In [None]:
#: the usual imports
from datascience import *
import numpy as np

%matplotlib inline
import matplotlib.pyplot as plt
import warnings; warnings.simplefilter('ignore')

plt.style.use('fivethirtyeight')

from notebook.services.config import ConfigManager

cm = ConfigManager()
cm.update(
   "livereveal", {
       'width': 1200,
       'height': 700,
       "scroll": True,
})

# Lecture 15

### The Normal Curve

## Center and Spread

We saw two ways of measuring center:
1. Mean (balance point of histogram)
2. Median (halfway point of area of histogram)

And two ways of measuring spread:
1. Range (horizontal width of histogram)
2. Standard Deviation (meaning on histogram - to be determined)

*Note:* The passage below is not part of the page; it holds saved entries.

"""Noise model and shrinkage, against Efron & Morris (1975) and simulations with known truth."""

from __future__ import annotations

import numpy as np
import pandas as pd
import pytest

from drift.intake.features import exposure_matrix, feature_spec
from drift.model.noise import (consecutive_pairs, fit_noise, james_stein_factor, low_signal_features,
                               shrinkage_factors, transient_variance)

# source: Efron & Morris (1975), JASA 70:311-319, table 1 (18 players after 45 at-bats)
EM_FIRST_45 = [.400, .378, .356, .333, .311, .311, .289, .267, .244, .244, .222, .222, .222, .222,
               .222, .200, .178, .156]
EM_REST = [.346, .298, .276, .222, .273, .270, .263, .210, .269, .230, .264, .256, .303, .264, .226,
           .285, .316, .200]


def test_james_stein_factor_matches_efron_morris():
    y = np.array(EM_FIRST_45)
    ybar = y.mean()
    s2 = ybar * (1 - ybar) / 45
    # source: Efron & Morris (1975): grand mean 0.265, factor c = 0.212 (published to 3 digits)
    assert ybar == pytest.approx(0.265, abs=1e-3)
    assert james_stein_factor(y, s2) == pytest.approx(0.212, abs=1e-3)


def test_shrinkage_factors_reduce_to_james_stein_with_equal_samples():
    y = np.array(EM_FIRST_45)
    s2 = y.mean() * (1 - y.mean()) / 45
    factors, _ = shrinkage_factors(y, np.full(len(y), s2))
    np.testing.assert_allclose(factors, james_stein_factor(y, s2), rtol=1e-12)
    shrunk = y.mean() + factors * (y - y.mean())
    raw_sse = ((y - EM_REST) ** 2).sum()
    shrunk_sse = ((shrunk - EM_REST) ** 2).sum()
    # computed from the published numbers (shared/check-values.md): 0.0754 raw, 0.0213 shrunk
    assert raw_sse == pytest.approx(0.0754, abs=5e-4)
    assert shrunk_sse == pytest.approx(0.0213, abs=5e-4)


def test_no_sample_lands_on_the_mean():
    factors, _ = shrinkage_factors([0.3, np.nan, 0.2, 0.25, 0.4], [0.001, np.inf, 0.001, 0.001, 0.001])
    assert factors[1] == 0.0


def test_consecutive_pairs():
    t = pd.DataFrame({"player_id": ["a", "b", "a", "a", "c"], "season": ["2021", "2021", "2022", "2024", "2022"]})
    i, j = consecutive_pairs(t)
    assert sorted(zip(i.tolist(), j.tolist())) == [(0, 2), (2, 3)]


def test_noise_variance_recovered_by_simulation():
    """Simulation with known truth: sigma2 = 400 per minute, true values constant across seasons."""
    rng = np.random.default_rng(3)
    n = 1500
    truth = rng.normal(20, 4, n)
    minutes = rng.uniform(300, 2500, (2, n))
    obs = truth + rng.normal(0, 1, (2, n)) * np.sqrt(400 / minutes)
    t = pd.DataFrame({"player_id": np.tile(np.arange(n).astype(str), 2),
                      "season": np.repeat(["2021", "2022"], n),
                      "minutes": minutes.ravel(), "usage_pct": obs.ravel()})
    spec = feature_spec(("usage_pct",))
    noise = fit_noise(t, spec, exposure_matrix(t, spec))
    assert noise.loc["usage_pct", "sigma2"] == pytest.approx(400, rel=0.2)
    assert noise.loc["usage_pct", "tau2"] == pytest.approx(16, rel=0.15)
    assert noise.loc["usage_pct", "year_to_year_r"] > 0.9


def _two_seasons(columns, n, rng):
    minutes = rng.uniform(300, 2500, (2, n))
    t = pd.DataFrame({"player_id": np.tile(np.arange(n).astype(str), 2),
                      "season": np.repeat(["2021", "2022"], n), "minutes": minutes.ravel()})
    for name, make in columns.items():
        t[name] = make(minutes).ravel()
    return t


def test_reliability_is_measured_whatever_the_name_says():
    """Known truth: persistent style (var 16), a transient part (var 4) and sampling noise 400 / minutes;
    and a column named like a rate that is pure noise whose spread does not shrink with minutes (what a
    points-per-possession column read as a rate is)."""
    rng = np.random.default_rng(4)
    n = 3000
    style = rng.normal(20, 4, n)
    t = _two_seasons({
        "usage_pct": lambda m: style + rng.normal(0, 2, (2, n)) + rng.normal(0, 1, (2, n)) * np.sqrt(400 / m),
        "roller_pct": lambda m: 1.0 + rng.standard_t(4, (2, n)) * 0.3,
    }, n, rng)
    spec = feature_spec(("usage_pct", "roller_pct"))
    noise = fit_noise(t, spec, exposure_matrix(t, spec))
    assert noise.loc["usage_pct", "tau2"] == pytest.approx(16, rel=0.15)
    assert noise.loc["usage_pct", "transient_var"] == pytest.approx(4, rel=0.3)
    # signal share at the median sample: 16 / (16 + 4 + 400 / median minutes)
    med = float(np.median(t["minutes"]))
    assert noise.loc["usage_pct", "signal_share"] == pytest.approx(16 / (20 + 400 / med), abs=0.05)
    assert abs(noise.loc["roller_pct", "year_to_year_r"]) < 0.08
    assert noise.loc["roller_pct", "signal_share"] < 0.05  # the name said "rate": the data says noise
    assert low_signal_features(noise) == ["roller_pct"]


def test_transient_variance_from_moments():
    # y1 = s + t1, y2 = s + t2 with Var s = 1, Var t = 0.25 and no sampling noise: transient 0.25
    rng = np.random.default_rng(5)
    s = rng.normal(0, 1, 20000)
    y1, y2 = s + rng.normal(0, 0.5, 20000), s + rng.normal(0, 0.5, 20000)
    zero = np.zeros(20000)
    assert transient_variance(y1, y2, zero, zero) == pytest.approx(0.25, abs=0.02)
    # the part the sampling model already explains is not counted twice
    assert transient_variance(y1, y2, zero + 0.25, zero + 0.25) == pytest.approx(0.0, abs=0.02)
    assert transient_variance(y1, y2, zero + 1.0, zero + 1.0) == 0.0  # never negative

![sd.PNG](attachment:sd.PNG)

## Grouped Mean and Standard Deviation

In [None]:
values = make_array(2, 4, 10)
counts = make_array(1, 2, 1)

This represents the data set 2, 4, 4, 10.

In [None]:
mean = ...
mean

In [None]:
squared_deviations = ...
squared_deviations

The squared deviations are 9, 1, 1, 25. Variance is mean squared deviation, and SD is just the square root of that.

In [None]:
variance = ...
sd = ...
sd

Check using `np.std`.

## Discussion Question

![Capture.PNG](attachment:Capture.PNG)

Which has greater standard deviation?  
A. Birth Weight (left)  
B. Maternal Age (right)  
C. Impossible to tell from histogram

In [None]:
births = Table.read_table('baby.csv')
np.std(births.column('Birth Weight'))

In [None]:
np.std(births.column('Maternal Age'))

## Main reason to use standard deviation

No matter what the shape of the distribution, the bulk of the data are in the range “average ± a few SDs”

In [None]:
nba13 = Table.read_table('nba2013.csv')
nba13

In [None]:
nba13.select('Height').hist(bins=np.arange(68, 88, 1))

In [None]:
mean_height = np.mean(nba13.column('Height'))
sd_height = np.std(nba13.column('Height'))
(mean_height, sd_height)

## Tallest and Shortest Players

In [None]:
# tallest person
nba13.sort('Height', descending=True).show(3)

In [None]:
#shortest player
nba13.sort('Height').show(3)

In [None]:
# How many inches above the mean, for the tallest player?
87 - mean_height

In [None]:
# How many SDs above the mean, for the tallest player?
(87 - mean_height)/sd_height

In [None]:
# How many SDs below the mean, for the shortest player?
(69 - mean_height)/sd_height

## Standard Units

Rather than measuring our data in original units, we can measure in **standard units, z,** which expresses each data value relative to the mean and standard deviation of the dataset.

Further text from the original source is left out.